## WORK INSTRUCTIONS
The full listing should be reproduced exactly as it appears.

◆ ◆ ◆ ◆ ◆

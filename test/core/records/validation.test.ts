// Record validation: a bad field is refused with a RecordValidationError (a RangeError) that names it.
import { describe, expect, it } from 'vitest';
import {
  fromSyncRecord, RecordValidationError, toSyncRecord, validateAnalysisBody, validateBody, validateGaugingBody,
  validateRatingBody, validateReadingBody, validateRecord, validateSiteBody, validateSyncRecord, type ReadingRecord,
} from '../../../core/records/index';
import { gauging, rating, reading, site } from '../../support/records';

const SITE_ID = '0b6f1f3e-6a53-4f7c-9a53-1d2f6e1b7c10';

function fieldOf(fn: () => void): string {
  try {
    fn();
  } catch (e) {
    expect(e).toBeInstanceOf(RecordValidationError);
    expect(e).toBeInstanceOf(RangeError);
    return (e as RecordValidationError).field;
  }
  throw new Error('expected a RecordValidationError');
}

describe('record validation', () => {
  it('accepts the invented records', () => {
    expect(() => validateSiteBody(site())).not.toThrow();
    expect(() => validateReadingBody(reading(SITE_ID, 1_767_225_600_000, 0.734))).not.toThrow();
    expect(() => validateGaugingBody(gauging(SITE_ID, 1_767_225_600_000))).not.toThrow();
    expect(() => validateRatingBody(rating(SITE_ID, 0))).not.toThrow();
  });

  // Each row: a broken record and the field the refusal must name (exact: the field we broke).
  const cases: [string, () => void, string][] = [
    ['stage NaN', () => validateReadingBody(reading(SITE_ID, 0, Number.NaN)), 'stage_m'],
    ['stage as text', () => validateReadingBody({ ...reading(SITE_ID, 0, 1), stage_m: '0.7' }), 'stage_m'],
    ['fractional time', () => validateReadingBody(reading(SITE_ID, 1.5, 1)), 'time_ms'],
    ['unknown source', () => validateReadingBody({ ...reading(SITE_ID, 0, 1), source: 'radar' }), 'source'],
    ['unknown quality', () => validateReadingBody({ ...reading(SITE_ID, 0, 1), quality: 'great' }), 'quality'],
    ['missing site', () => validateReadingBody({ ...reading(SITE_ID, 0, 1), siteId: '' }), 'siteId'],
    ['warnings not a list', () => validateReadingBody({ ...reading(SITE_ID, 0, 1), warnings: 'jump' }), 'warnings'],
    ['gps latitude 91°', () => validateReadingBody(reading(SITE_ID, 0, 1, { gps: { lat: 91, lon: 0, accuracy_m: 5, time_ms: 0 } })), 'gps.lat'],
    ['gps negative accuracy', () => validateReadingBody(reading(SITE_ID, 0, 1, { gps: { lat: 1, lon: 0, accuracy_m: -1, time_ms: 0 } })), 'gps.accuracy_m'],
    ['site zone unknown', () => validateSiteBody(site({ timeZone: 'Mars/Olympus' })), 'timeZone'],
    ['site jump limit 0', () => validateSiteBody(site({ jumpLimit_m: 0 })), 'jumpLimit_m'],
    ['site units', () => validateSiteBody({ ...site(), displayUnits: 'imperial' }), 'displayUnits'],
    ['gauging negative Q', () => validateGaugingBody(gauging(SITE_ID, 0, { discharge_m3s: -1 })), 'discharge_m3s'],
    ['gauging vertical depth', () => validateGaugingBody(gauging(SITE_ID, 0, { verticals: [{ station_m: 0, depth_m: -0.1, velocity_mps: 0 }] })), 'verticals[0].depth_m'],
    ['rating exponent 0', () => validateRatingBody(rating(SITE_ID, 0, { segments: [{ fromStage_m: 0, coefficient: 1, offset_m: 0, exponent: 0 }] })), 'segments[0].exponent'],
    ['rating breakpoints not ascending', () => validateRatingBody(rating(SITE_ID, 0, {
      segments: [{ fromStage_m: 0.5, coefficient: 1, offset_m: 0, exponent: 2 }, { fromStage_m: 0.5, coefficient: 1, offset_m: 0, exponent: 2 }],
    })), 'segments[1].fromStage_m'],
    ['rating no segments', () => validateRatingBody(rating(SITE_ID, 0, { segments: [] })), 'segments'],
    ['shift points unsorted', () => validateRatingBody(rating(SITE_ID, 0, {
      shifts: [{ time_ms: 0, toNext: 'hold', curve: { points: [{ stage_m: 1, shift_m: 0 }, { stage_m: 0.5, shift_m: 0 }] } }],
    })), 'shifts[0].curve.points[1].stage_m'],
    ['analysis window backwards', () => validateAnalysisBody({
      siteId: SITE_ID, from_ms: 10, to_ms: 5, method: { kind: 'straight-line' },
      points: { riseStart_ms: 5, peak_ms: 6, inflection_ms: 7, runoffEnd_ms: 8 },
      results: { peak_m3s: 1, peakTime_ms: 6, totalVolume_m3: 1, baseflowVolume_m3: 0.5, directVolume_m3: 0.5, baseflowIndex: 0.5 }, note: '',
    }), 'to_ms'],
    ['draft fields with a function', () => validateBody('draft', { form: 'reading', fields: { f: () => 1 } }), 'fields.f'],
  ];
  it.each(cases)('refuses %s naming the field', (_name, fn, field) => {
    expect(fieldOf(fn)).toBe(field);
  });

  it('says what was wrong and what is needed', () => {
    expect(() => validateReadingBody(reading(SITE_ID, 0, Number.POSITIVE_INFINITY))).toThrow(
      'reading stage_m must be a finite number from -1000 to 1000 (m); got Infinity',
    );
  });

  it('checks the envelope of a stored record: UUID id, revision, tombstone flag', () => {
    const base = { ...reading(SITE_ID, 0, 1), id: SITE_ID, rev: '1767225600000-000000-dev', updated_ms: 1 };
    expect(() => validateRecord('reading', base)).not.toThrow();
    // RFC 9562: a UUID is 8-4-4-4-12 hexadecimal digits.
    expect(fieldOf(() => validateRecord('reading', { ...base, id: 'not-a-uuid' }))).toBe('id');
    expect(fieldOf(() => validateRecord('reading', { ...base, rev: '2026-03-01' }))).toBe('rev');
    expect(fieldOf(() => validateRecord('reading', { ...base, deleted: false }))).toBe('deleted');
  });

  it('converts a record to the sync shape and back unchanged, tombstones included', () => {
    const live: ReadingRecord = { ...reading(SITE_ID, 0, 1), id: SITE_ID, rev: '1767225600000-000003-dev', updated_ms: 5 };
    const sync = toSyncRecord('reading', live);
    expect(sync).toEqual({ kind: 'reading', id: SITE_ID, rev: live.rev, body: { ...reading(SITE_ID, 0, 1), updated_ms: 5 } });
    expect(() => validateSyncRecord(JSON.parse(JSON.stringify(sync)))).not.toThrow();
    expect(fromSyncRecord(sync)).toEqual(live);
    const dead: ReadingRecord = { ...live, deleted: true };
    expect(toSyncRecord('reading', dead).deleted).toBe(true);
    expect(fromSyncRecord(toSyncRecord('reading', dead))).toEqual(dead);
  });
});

◆ ◆ ◆ ◆ ◆

## RESULT OF THE EXERCISE
filename test/core/records/validation.test.ts
// Record validation: a bad field is refused with a RecordValidationError (a RangeError) that names it.
import { describe, expect, it } from 'vitest';
import {
  fromSyncRecord, RecordValidationError, toSyncRecord, validateAnalysisBody, validateBody, validateGaugingBody,
  validateRatingBody, validateReadingBody, validateRecord, validateSiteBody, validateSyncRecord, type ReadingRecord,
} from '../../../core/records/index';
import { gauging, rating, reading, site } from '../../support/records';

const SITE_ID = '0b6f1f3e-6a53-4f7c-9a53-1d2f6e1b7c10';

function fieldOf(fn: () => void): string {
  try {
    fn();
  } catch (e) {
    expect(e).toBeInstanceOf(RecordValidationError);
    expect(e).toBeInstanceOf(RangeError);
    return (e as RecordValidationError).field;
  }
  throw new Error('expected a RecordValidationError');
}

describe('record validation', () => {
  it('accepts the invented records', () => {
    expect(() => validateSiteBody(site())).not.toThrow();
    expect(() => validateReadingBody(reading(SITE_ID, 1_767_225_600_000, 0.734))).not.toThrow();
    expect(() => validateGaugingBody(gauging(SITE_ID, 1_767_225_600_000))).not.toThrow();
    expect(() => validateRatingBody(rating(SITE_ID, 0))).not.toThrow();
  });

  // Each row: a broken record and the field the refusal must name (exact: the field we broke).
  const cases: [string, () => void, string][] = [
    ['stage NaN', () => validateReadingBody(reading(SITE_ID, 0, Number.NaN)), 'stage_m'],
    ['stage as text', () => validateReadingBody({ ...reading(SITE_ID, 0, 1), stage_m: '0.7' }), 'stage_m'],
    ['fractional time', () => validateReadingBody(reading(SITE_ID, 1.5, 1)), 'time_ms'],
    ['unknown source', () => validateReadingBody({ ...reading(SITE_ID, 0, 1), source: 'radar' }), 'source'],
    ['unknown quality', () => validateReadingBody({ ...reading(SITE_ID, 0, 1), quality: 'great' }), 'quality'],
    ['missing site', () => validateReadingBody({ ...reading(SITE_ID, 0, 1), siteId: '' }), 'siteId'],
    ['warnings not a list', () => validateReadingBody({ ...reading(SITE_ID, 0, 1), warnings: 'jump' }), 'warnings'],
    ['gps latitude 91°', () => validateReadingBody(reading(SITE_ID, 0, 1, { gps: { lat: 91, lon: 0, accuracy_m: 5, time_ms: 0 } })), 'gps.lat'],
    ['gps negative accuracy', () => validateReadingBody(reading(SITE_ID, 0, 1, { gps: { lat: 1, lon: 0, accuracy_m: -1, time_ms: 0 } })), 'gps.accuracy_m'],
    ['site zone unknown', () => validateSiteBody(site({ timeZone: 'Mars/Olympus' })), 'timeZone'],
    ['site jump limit 0', () => validateSiteBody(site({ jumpLimit_m: 0 })), 'jumpLimit_m'],
    ['site units', () => validateSiteBody({ ...site(), displayUnits: 'imperial' }), 'displayUnits'],
    ['gauging negative Q', () => validateGaugingBody(gauging(SITE_ID, 0, { discharge_m3s: -1 })), 'discharge_m3s'],
    ['gauging vertical depth', () => validateGaugingBody(gauging(SITE_ID, 0, { verticals: [{ station_m: 0, depth_m: -0.1, velocity_mps: 0 }] })), 'verticals[0].depth_m'],
    ['rating exponent 0', () => validateRatingBody(rating(SITE_ID, 0, { segments: [{ fromStage_m: 0, coefficient: 1, offset_m: 0, exponent: 0 }] })), 'segments[0].exponent'],
    ['rating breakpoints not ascending', () => validateRatingBody(rating(SITE_ID, 0, {
      segments: [{ fromStage_m: 0.5, coefficient: 1, offset_m: 0, exponent: 2 }, { fromStage_m: 0.5, coefficient: 1, offset_m: 0, exponent: 2 }],
    })), 'segments[1].fromStage_m'],
    ['rating no segments', () => validateRatingBody(rating(SITE_ID, 0, { segments: [] })), 'segments'],
    ['shift points unsorted', () => validateRatingBody(rating(SITE_ID, 0, {
      shifts: [{ time_ms: 0, toNext: 'hold', curve: { points: [{ stage_m: 1, shift_m: 0 }, { stage_m: 0.5, shift_m: 0 }] } }],
    })), 'shifts[0].curve.points[1].stage_m'],
    ['analysis window backwards', () => validateAnalysisBody({
      siteId: SITE_ID, from_ms: 10, to_ms: 5, method: { kind: 'straight-line' },
      points: { riseStart_ms: 5, peak_ms: 6, inflection_ms: 7, runoffEnd_ms: 8 },
      results: { peak_m3s: 1, peakTime_ms: 6, totalVolume_m3: 1, baseflowVolume_m3: 0.5, directVolume_m3: 0.5, baseflowIndex: 0.5 }, note: '',
    }), 'to_ms'],
    ['draft fields with a function', () => validateBody('draft', { form: 'reading', fields: { f: () => 1 } }), 'fields.f'],
  ];
  it.each(cases)('refuses %s naming the field', (_name, fn, field) => {
    expect(fieldOf(fn)).toBe(field);
  });

  it('says what was wrong and what is needed', () => {
    expect(() => validateReadingBody(reading(SITE_ID, 0, Number.POSITIVE_INFINITY))).toThrow(
      'reading stage_m must be a finite number from -1000 to 1000 (m); got Infinity',
    );
  });

  it('checks the envelope of a stored record: UUID id, revision, tombstone flag', () => {
    const base = { ...reading(SITE_ID, 0, 1), id: SITE_ID, rev: '1767225600000-000000-dev', updated_ms: 1 };
    expect(() => validateRecord('reading', base)).not.toThrow();
    // RFC 9562: a UUID is 8-4-4-4-12 hexadecimal digits.
    expect(fieldOf(() => validateRecord('reading', { ...base, id: 'not-a-uuid' }))).toBe('id');
    expect(fieldOf(() => validateRecord('reading', { ...base, rev: '2026-03-01' }))).toBe('rev');
    expect(fieldOf(() => validateRecord('reading', { ...base, deleted: false }))).toBe('deleted');
  });

  it('converts a record to the sync shape and back unchanged, tombstones included', () => {
    const live: ReadingRecord = { ...reading(SITE_ID, 0, 1), id: SITE_ID, rev: '1767225600000-000003-dev', updated_ms: 5 };
    const sync = toSyncRecord('reading', live);
    expect(sync).toEqual({ kind: 'reading', id: SITE_ID, rev: live.rev, body: { ...reading(SITE_ID, 0, 1), updated_ms: 5 } });
    expect(() => validateSyncRecord(JSON.parse(JSON.stringify(sync)))).not.toThrow();
    expect(fromSyncRecord(sync)).toEqual(live);
    const dead: ReadingRecord = { ...live, deleted: true };
    expect(toSyncRecord('reading', dead).deleted).toBe(true);
    expect(fromSyncRecord(toSyncRecord('reading', dead))).toEqual(dead);
  });
});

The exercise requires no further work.